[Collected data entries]
Content starts

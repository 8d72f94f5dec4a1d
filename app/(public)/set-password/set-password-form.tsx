'use client';

import Link from 'next/link';
import { useSearchParams } from 'next/navigation';
import { useState } from 'react';
import { setPasswordSchema } from '@/lib/validation/users';
import { useApiForm } from '@/lib/api/use-api-form';
import { NewPasswordFields } from '@/components/ui/new-password-fields';
import { NoticeBox } from '@/components/ui/notice-box';
import { FormProblemBox } from '@/components/ui/form-problem';

export function SetPasswordForm() {
  const token = useSearchParams().get('token') ?? '';
  const [done, setDone] = useState<string | null>(null);
  const { form, submit, problem, pending } = useApiForm<typeof setPasswordSchema, { email: string }>(setPasswordSchema, {
    defaultValues: { token, password: '', confirm: '' },
    request: () => ({ url: '/api/password' }),
    onSuccess: (data) => setDone(data.email),
  });
  const { register, formState } = form;

  if (done)
    return (
      <NoticeBox title="Password saved">
        You can now <Link href="/sign-in">sign in</Link> as {done}.
      </NoticeBox>
    );
  if (!token) return <NoticeBox tone="error">This page needs the link from your e-mail.</NoticeBox>;

  return (
    <form onSubmit={submit} className="card space-y-4" noValidate>
      <FormProblemBox problem={problem} />
      <input type="hidden" {...register('token')} />
      <NewPasswordFields password={register('password')} confirm={register('confirm')} errors={formState.errors} />
      <button type="submit" className="btn-primary w-full" disabled={pending}>
        Save password
      </button>
    </form>
  );
}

Content ends

- [WHAT IS NEEDED] Which lines above contain the word "className"? List them.

- [SOLUTION FOR THIS TASK]
    <form onSubmit={submit} className="card space-y-4" noValidate>
      <button type="submit" className="btn-primary w-full" disabled={pending}>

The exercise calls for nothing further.